Data excerpts
_ _ _ _ _ _ _
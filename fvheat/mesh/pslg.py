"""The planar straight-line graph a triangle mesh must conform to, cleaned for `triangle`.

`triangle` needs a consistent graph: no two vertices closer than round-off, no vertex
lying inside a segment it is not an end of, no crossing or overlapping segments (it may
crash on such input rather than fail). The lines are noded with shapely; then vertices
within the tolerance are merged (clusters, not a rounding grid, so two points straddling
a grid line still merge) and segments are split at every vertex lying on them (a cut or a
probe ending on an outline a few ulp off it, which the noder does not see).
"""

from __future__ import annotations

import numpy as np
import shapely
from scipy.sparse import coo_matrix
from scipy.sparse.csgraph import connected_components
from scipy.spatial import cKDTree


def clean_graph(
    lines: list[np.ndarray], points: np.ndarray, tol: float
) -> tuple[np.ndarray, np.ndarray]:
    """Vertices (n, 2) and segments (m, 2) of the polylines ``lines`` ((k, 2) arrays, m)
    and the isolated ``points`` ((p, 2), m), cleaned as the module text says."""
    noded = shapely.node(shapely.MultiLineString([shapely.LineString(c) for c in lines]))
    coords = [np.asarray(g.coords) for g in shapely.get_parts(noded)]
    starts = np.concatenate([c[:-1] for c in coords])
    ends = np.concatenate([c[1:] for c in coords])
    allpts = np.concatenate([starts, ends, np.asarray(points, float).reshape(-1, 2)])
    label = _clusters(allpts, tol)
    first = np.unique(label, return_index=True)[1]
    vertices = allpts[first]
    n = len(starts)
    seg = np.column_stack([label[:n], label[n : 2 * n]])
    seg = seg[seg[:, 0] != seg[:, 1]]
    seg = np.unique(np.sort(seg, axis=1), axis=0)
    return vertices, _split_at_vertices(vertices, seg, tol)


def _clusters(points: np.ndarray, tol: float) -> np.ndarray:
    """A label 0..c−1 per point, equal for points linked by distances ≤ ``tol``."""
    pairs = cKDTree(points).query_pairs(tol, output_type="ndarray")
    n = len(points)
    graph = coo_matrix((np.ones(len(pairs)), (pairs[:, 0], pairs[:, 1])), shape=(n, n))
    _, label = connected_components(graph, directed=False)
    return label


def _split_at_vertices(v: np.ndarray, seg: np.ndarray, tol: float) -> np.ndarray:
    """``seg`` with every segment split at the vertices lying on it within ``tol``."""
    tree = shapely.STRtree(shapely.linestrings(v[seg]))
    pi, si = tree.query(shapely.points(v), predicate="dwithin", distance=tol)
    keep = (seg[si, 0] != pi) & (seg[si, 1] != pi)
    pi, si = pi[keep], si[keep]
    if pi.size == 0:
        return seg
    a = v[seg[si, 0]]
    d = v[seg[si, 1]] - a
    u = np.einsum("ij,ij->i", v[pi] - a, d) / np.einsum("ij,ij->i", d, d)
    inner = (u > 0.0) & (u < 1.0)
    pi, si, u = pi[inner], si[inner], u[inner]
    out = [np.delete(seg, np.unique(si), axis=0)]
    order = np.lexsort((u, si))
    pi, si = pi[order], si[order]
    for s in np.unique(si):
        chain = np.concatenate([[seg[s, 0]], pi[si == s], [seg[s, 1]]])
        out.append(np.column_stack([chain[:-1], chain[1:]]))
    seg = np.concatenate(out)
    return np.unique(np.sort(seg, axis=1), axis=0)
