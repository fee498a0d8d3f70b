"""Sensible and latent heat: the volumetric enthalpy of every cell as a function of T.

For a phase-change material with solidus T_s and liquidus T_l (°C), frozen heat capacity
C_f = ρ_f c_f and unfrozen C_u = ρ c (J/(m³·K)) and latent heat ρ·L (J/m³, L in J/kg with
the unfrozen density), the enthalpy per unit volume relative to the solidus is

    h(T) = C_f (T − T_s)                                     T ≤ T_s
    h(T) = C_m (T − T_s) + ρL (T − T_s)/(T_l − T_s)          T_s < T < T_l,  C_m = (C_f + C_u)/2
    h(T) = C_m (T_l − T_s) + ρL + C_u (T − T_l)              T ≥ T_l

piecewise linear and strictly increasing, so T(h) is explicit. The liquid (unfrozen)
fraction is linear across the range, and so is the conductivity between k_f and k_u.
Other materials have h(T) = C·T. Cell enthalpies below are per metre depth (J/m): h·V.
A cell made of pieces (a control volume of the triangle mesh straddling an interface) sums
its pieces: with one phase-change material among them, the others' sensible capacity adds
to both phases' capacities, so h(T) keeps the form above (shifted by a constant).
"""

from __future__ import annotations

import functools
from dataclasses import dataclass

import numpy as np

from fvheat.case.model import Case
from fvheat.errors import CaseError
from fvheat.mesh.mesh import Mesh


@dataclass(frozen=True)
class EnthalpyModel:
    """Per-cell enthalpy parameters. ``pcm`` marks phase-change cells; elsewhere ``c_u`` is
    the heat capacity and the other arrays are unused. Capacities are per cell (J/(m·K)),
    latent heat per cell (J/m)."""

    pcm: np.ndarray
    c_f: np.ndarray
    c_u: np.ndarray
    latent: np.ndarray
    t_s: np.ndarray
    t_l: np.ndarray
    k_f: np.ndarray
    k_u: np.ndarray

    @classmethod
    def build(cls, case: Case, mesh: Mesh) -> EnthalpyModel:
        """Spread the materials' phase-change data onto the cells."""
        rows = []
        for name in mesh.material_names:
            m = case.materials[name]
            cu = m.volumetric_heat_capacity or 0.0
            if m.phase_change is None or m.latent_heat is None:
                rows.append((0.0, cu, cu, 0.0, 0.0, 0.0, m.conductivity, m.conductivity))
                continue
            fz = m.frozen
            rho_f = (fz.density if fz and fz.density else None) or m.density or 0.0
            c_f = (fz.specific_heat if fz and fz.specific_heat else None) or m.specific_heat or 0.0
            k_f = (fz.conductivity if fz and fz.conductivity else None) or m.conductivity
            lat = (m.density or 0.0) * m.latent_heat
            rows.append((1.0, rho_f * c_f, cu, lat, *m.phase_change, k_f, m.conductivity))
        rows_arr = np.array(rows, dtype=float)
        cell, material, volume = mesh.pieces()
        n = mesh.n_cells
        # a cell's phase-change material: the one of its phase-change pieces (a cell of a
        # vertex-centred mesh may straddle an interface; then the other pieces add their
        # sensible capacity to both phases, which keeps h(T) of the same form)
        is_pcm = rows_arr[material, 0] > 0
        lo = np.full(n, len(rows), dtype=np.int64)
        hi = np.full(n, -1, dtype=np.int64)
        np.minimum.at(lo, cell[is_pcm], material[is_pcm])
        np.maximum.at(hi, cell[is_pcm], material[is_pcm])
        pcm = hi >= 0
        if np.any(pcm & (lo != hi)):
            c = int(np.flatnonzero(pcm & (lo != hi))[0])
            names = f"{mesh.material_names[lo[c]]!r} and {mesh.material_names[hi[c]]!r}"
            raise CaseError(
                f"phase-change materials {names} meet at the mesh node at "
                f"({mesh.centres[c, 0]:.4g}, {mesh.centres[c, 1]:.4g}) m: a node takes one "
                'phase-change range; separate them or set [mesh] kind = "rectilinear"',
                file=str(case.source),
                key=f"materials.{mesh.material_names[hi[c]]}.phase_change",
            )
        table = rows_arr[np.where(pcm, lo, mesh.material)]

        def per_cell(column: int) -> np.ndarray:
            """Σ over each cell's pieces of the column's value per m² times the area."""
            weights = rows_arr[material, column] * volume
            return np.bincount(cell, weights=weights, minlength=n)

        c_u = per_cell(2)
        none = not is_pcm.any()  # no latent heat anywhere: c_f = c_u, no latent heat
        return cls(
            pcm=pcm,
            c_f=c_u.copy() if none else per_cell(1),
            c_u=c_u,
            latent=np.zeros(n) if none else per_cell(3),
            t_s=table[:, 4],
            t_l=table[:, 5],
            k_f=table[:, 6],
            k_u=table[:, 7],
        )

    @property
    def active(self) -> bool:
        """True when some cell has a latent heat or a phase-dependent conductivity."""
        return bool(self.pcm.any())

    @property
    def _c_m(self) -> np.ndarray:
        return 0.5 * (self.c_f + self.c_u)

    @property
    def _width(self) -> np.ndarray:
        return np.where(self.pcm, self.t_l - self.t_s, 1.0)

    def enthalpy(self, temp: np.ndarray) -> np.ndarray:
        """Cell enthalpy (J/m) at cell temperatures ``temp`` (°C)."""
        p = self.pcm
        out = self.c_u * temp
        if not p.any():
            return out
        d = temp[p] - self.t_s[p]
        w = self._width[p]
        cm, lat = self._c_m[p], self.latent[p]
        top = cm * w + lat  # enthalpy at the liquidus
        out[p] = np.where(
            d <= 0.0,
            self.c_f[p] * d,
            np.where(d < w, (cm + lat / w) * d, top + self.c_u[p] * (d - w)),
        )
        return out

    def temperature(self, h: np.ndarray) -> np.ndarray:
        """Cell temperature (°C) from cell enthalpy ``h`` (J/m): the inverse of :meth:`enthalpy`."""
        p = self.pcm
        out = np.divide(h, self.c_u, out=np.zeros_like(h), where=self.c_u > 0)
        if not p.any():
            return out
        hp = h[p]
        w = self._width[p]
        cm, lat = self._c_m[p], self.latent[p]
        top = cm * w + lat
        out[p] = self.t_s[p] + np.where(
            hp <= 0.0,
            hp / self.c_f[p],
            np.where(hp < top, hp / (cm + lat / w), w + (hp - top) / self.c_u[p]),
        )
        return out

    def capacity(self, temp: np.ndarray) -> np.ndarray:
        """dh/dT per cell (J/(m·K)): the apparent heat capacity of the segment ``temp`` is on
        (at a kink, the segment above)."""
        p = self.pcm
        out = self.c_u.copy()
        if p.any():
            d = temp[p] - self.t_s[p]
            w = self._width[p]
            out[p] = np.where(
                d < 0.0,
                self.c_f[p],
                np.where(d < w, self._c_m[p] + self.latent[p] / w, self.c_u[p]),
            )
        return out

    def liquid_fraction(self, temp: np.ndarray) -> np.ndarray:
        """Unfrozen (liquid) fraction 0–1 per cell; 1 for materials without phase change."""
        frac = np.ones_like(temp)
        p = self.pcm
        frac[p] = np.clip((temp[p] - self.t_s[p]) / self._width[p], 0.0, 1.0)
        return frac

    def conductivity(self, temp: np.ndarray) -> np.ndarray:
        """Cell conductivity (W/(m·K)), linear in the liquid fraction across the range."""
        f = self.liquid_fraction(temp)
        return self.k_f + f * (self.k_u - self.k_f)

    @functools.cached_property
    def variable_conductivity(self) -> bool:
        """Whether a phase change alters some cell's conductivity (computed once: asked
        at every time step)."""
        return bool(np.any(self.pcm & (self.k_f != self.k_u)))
_ _ _ _ _ _ _
• [Problem] From the data above, copy every line where "label" appears.

• [Problem solution]
    label = _clusters(allpts, tol)
    first = np.unique(label, return_index=True)[1]
    seg = np.column_stack([label[:n], label[n : 2 * n]])
    """A label 0..c−1 per point, equal for points linked by distances ≤ ``tol``."""
    _, label = connected_components(graph, directed=False)
    return label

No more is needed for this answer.